Orheiul Vechi is a crumbling open-air monastic complex that dates back more than 2,000 years; it is home to an impressive array of birds, with roughly 300 different species calling it home; and its capital, Chisinau, has some truly brutal Soviet-era architecture.
OK, so Kiribati was hardly overwhelmed with visitors last year. Around 5,000 people made the long trek to this Pacific nation, which is comprised of 33 coral atolls stretching along the equator, but that's a 21.6 per cent increase on the previous year.
Second World War battles were fought along the shores of its capital South Tarawa - but today its principle draws for tourists include fishing, diving and private islands.
Sunset in the famous Avenida de Baobab near Morondava in Madagascar. Photo: iStock
The world's fourth biggest island celebrated its independence day this week, and the country's tourism chiefs will have also been toasting a successful 2016, during which it welcomed 293,000 travellers - up 20 per cent from 244,000 in 2015. Why go? Because it's a paradise for wildlife lovers.
According to Conservation International, just 17 countries are considered "megadiverse". Each possesses a vast number of different species – many found nowhere else. And Madagascar is one.
Among its resident animals are more than half the world's chameleons and dozens of species of lemur. Unlike the film Madagascar, however, you won't see any tigers, giraffes or hippo.
Bratislava, Slovakia. Photo: iStock
Largely overshadowed by its neighbours Poland, Czech Republic, Austria and Hungary, which each received more than 10 million tourists last year, Slovakia has some ground to make up. But arrivals rose by an estimated 16.9 per cent in 2016, so it's on the right track.
The country's big draw is the Tatra Mountains. The highest range in the Carpathians, they form a natural border between Slovakia and Poland, are a designated Unesco Biosphere Reserve, and contain some 100 high altitude lakes and a clutch of waterfalls. They can be explored on a number of hiking paths.
"There is a raw, magical quality to the Tatra Mountains: a sense of living folklore," wrote Rosemary Griffith, a reader, after a visit in 2013.

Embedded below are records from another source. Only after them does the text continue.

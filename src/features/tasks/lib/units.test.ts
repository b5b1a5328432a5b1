import { describe, expect, it } from 'vitest';
import {
  formatDepth,
  formatVolume,
  formatWaterAmount,
  LITRES_PER_US_GALLON,
  litresToUsGallons,
  MM_PER_INCH,
  mmToInches,
} from './units';

describe('water units (NIST Handbook 44, Appendix C)', () => {
  it('uses the exact definitions: 1 in = 25.4 mm and 1 US gallon = 3.785411784 L', () => {
    // NIST Handbook 44, Appendix C: 1 inch = 2.54 centimetres exactly; 1 gallon (US) = 231 in³ = 3.785 411 784 litres exactly.
    expect(MM_PER_INCH).toBe(25.4);
    expect(LITRES_PER_US_GALLON).toBe(3.785411784);
    // computed: 231 in³ × (2.54 cm)³ = 231 × 16.387064 cm³ = 3785.411784 cm³ = 3.785411784 L
    expect(231 * 2.54 ** 3 / 1000).toBeCloseTo(LITRES_PER_US_GALLON, 12);
  });

  it('converts depth and volume both ways round exactly where the definitions are exact', () => {
    expect(mmToInches(25.4)).toBe(1);
    // computed: 254 mm ÷ 25.4 = 10 in
    expect(mmToInches(254)).toBeCloseTo(10, 12);
    expect(litresToUsGallons(3.785411784)).toBe(1);
    // computed: 37.85411784 L ÷ 3.785411784 = 10 US gal
    expect(litresToUsGallons(37.85411784)).toBeCloseTo(10, 12);
  });

  it('shows depth in mm on metric sites and inches on US sites', () => {
    expect(formatDepth(25, 'metric')).toBe('25 mm');
    expect(formatDepth(4.46, 'metric')).toBe('4.5 mm');
    // computed: 25 mm ÷ 25.4 = 0.98425… in → 0.98 in
    expect(formatDepth(25, 'us')).toBe('0.98 in');
    // computed: 12 mm ÷ 25.4 = 0.4724… in → 0.47 in
    expect(formatDepth(12, 'us')).toBe('0.47 in');
  });

  it('shows volume in litres on metric sites and US gallons on US sites', () => {
    expect(formatVolume(45.4, 'metric')).toBe('45 litres');
    expect(formatVolume(1, 'metric')).toBe('1 litre');
    // computed: 45 L ÷ 3.785411784 = 11.887… US gal → 12 (whole from 10)
    expect(formatVolume(45, 'us')).toBe('12 US gallons');
    // computed: 20 L ÷ 3.785411784 = 5.283… US gal → 5.3
    expect(formatVolume(20, 'us')).toBe('5.3 US gallons');
    expect(formatVolume(3.785411784, 'us')).toBe('1 US gallon');
  });

  it('joins a water task amount, or says nothing when there is none', () => {
    expect(formatWaterAmount(12, 45, 'metric')).toBe('12 mm, 45 litres');
    expect(formatWaterAmount(12, null, 'us')).toBe('0.47 in');
    expect(formatWaterAmount(null, null, 'metric')).toBeNull();
  });
});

"The air is almost metallic in its purity, the pastures a brilliant shade of green. Houses nestle on the slopes, their red roofs steep and long to accommodate heavy snow. Wild boar, wolves and brown bears roam the forests."
The top 20 fastest growing travel destinations
- Sierra Leone +310%
- Nepal +39.7%
- Iceland +39%
- South Korea +30.3%
- Moldova +28.6%
- Chile +26%
- Vietnam +24.6%
- Japan +21.8%
- Liechtenstein +21.7%
- Kiribati +21.6%
- Kuwait +20.7%
- Madagascar +20%
- Cyprus +19.8%
- Georgia +19%
- Turks & Caicos +17.5%
- Cook Islands +17.1%
- Slovakia +16.9%
- Kenya +16.8%
- Tanzania +15.6%
- Indonesia +15.5%
Three places where tourism has tumbled
Given that it shares a border with Syria, and that terrorist attacks have happened with worrying regularity in its major cities, it is no surprise that Turkey has suffered a big drop in visitors. Almost 40 million went in 2015 – that fell by 28.5 per cent to an estimated 28.2 million last year.
For similar reasons, Egypt has suffered in recent years. While 14.1 million travellers went there in 2010, that fell to 9.1 million in 2015, and, while UNWTO doesn't have figures for all of 2016, is expected to drop a further 42.1 per cent to around 5.35 million for 2016.
The Brussels attacks of March 2016 hit Belgium hard, with tourist arrivals falling 13.2 per cent. That means total numbers for last year will be around 7.3 million - down from 8.1 million.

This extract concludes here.